↓↓↓
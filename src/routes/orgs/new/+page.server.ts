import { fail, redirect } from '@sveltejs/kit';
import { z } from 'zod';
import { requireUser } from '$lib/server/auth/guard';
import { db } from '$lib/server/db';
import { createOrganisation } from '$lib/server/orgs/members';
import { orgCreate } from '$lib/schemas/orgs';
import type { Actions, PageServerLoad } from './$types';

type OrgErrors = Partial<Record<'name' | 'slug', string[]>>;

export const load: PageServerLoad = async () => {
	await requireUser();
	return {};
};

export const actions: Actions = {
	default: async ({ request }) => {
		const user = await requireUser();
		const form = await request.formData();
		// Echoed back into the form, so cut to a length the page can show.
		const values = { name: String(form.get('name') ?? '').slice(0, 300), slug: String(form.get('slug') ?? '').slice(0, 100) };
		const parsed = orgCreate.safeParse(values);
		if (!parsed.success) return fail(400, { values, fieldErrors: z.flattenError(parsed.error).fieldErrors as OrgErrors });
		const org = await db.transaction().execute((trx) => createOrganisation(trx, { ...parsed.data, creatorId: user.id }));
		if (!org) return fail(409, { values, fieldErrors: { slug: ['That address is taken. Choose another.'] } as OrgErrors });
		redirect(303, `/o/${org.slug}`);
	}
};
↑↑↑
↓↓↓
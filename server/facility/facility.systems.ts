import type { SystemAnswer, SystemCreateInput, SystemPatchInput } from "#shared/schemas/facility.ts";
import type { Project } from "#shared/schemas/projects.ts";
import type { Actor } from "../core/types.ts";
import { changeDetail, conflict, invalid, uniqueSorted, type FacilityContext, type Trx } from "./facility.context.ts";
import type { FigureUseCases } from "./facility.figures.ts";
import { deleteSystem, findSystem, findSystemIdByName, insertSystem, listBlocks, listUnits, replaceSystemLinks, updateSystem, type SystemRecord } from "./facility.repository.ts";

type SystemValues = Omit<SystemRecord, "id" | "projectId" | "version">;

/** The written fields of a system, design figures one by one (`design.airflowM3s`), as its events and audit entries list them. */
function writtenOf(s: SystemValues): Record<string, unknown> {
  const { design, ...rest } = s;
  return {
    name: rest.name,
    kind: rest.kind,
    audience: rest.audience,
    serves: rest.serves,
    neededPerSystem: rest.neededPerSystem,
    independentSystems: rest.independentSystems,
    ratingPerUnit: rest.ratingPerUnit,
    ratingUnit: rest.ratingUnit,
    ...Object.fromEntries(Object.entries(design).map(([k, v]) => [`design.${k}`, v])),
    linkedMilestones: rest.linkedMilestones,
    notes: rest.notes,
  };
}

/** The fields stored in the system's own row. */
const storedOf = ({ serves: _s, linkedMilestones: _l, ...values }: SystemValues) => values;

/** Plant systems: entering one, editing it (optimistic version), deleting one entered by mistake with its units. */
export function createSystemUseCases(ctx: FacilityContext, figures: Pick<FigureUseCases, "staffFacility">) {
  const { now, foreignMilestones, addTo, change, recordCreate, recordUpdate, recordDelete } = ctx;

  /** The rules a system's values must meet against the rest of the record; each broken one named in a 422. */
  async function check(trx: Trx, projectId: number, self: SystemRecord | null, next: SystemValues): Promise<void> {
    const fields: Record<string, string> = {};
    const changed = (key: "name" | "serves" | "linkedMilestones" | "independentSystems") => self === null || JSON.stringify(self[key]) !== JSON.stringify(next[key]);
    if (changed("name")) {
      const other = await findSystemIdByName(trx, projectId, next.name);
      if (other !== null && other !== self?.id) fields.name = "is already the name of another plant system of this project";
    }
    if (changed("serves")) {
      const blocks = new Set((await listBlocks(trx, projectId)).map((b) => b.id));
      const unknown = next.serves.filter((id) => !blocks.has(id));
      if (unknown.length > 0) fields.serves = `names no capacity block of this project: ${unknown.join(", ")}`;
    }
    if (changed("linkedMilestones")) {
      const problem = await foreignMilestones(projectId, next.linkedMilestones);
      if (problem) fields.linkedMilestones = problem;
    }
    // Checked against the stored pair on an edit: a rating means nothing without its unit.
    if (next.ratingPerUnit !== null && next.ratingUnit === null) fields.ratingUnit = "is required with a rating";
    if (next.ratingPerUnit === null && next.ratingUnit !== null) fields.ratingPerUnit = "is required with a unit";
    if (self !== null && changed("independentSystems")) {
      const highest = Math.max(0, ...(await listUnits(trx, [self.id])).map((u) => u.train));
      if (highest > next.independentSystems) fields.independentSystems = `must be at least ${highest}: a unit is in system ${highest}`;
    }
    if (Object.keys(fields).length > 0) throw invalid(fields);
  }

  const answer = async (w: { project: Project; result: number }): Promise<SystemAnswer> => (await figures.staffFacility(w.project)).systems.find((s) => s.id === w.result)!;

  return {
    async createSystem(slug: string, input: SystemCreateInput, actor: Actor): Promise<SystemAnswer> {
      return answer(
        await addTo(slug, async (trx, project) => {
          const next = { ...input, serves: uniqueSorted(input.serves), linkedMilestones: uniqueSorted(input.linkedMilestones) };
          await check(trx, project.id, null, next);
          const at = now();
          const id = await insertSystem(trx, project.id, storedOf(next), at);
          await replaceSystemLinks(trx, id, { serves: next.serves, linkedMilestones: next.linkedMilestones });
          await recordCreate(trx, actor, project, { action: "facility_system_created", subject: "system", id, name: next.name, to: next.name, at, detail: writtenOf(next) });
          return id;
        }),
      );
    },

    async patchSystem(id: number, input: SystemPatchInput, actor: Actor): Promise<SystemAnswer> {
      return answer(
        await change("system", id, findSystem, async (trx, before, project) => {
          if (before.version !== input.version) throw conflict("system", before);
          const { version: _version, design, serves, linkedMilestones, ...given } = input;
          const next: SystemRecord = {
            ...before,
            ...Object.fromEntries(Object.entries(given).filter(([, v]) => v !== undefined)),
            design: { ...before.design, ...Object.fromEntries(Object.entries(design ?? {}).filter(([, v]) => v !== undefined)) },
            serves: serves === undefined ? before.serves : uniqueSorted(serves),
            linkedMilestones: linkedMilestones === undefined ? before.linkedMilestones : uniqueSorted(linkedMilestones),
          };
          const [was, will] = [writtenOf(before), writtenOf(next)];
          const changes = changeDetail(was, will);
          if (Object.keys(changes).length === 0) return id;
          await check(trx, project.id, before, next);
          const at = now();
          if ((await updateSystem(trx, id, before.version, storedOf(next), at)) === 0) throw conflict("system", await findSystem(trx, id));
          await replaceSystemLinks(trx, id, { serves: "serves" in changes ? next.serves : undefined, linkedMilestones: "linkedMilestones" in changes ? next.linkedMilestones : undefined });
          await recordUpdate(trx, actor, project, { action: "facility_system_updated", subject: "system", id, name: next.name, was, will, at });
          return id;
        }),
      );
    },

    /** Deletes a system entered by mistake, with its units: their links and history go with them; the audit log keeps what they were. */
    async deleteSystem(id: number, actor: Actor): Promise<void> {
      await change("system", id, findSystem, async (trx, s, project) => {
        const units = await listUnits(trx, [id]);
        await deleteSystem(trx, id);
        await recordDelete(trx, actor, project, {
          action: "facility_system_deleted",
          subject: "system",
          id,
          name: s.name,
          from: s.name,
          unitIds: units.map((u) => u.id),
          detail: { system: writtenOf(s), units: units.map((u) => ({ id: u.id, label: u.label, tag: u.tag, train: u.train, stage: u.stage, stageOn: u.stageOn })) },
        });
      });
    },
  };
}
↑↑↑
↓↓↓
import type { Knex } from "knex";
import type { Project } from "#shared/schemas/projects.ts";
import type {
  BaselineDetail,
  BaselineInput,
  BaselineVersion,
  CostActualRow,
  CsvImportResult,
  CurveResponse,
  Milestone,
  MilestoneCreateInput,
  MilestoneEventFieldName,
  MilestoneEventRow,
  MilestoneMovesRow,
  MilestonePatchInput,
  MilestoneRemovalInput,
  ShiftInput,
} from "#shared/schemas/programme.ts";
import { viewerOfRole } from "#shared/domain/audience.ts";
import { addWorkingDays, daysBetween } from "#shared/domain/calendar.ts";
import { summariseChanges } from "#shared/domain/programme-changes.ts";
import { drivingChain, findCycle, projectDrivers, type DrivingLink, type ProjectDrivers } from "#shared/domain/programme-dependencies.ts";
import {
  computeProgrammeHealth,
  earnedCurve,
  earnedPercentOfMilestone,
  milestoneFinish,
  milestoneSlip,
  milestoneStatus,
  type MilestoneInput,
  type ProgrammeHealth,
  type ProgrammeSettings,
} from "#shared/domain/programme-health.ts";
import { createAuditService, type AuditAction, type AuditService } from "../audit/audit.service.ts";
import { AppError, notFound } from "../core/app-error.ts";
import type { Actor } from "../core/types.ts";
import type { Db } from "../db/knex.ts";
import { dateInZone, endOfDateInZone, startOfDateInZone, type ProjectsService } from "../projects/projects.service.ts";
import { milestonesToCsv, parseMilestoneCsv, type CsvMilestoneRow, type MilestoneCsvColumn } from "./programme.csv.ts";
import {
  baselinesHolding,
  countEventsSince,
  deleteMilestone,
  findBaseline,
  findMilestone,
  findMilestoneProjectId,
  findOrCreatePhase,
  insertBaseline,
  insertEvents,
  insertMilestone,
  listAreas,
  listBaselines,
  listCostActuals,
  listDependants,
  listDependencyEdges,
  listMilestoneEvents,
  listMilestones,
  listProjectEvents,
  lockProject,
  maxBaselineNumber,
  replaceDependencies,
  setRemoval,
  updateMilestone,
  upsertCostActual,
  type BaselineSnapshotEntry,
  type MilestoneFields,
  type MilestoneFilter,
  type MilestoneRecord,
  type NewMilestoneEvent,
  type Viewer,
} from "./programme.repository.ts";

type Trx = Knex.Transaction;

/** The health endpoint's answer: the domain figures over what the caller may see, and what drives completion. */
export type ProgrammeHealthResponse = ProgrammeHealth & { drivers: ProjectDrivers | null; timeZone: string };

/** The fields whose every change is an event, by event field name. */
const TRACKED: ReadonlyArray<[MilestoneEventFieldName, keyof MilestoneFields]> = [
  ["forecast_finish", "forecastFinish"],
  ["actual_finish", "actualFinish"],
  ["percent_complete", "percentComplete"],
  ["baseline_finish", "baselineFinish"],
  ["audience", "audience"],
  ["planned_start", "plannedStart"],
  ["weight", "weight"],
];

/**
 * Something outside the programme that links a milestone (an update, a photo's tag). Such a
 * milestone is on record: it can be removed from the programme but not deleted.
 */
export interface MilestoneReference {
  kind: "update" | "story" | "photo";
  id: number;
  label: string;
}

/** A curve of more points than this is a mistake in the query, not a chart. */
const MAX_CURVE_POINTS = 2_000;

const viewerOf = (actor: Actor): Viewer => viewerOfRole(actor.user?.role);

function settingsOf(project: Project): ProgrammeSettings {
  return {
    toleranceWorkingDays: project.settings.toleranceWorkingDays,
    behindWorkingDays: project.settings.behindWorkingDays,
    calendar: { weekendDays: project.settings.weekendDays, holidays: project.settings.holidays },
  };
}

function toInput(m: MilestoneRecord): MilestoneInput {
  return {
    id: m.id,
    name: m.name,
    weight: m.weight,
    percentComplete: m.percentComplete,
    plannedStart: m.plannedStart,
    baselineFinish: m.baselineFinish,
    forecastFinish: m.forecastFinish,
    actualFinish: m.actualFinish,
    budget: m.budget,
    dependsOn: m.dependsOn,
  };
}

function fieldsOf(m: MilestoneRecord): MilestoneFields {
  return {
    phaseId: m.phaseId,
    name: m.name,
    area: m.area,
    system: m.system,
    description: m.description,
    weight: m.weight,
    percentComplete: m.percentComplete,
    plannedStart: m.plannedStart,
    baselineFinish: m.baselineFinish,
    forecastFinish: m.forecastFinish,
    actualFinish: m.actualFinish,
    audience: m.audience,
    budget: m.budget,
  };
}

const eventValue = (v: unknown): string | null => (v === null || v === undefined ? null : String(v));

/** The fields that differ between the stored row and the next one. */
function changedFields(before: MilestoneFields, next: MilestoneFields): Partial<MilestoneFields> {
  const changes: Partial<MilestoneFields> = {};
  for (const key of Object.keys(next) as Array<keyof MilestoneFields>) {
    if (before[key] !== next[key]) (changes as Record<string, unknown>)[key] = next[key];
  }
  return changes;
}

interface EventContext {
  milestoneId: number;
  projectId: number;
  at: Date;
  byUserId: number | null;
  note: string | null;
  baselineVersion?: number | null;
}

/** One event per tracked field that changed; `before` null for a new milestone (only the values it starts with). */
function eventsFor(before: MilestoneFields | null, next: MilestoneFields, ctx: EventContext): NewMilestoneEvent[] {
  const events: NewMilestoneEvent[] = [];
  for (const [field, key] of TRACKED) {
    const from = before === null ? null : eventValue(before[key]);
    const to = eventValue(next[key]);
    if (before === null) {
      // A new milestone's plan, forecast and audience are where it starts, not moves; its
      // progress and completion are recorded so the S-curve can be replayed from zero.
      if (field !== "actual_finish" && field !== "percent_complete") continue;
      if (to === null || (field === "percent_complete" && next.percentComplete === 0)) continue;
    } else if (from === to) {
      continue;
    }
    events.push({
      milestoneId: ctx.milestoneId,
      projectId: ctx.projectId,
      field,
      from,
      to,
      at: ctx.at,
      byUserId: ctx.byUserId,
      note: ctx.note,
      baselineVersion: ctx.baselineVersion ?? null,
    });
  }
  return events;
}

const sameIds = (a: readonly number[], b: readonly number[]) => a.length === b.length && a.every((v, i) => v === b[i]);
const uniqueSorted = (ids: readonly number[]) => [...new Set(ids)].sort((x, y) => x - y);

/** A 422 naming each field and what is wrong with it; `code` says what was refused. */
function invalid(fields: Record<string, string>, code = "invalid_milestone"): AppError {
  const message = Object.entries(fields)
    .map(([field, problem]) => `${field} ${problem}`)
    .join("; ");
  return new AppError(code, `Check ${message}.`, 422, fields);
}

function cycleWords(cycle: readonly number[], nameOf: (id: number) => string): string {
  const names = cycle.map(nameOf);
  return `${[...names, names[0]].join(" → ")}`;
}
↑↑↑
Please show the lines in the entries above that hold the string "self".

> [ANSWER BOX]:
  async function check(trx: Trx, projectId: number, self: SystemRecord | null, next: SystemValues): Promise<void> {
    const changed = (key: "name" | "serves" | "linkedMilestones" | "independentSystems") => self === null || JSON.stringify(self[key]) !== JSON.stringify(next[key]);
      if (other !== null && other !== self?.id) fields.name = "is already the name of another plant system of this project";
    if (self !== null && changed("independentSystems")) {
      const highest = Math.max(0, ...(await listUnits(trx, [self.id])).map((u) => u.train));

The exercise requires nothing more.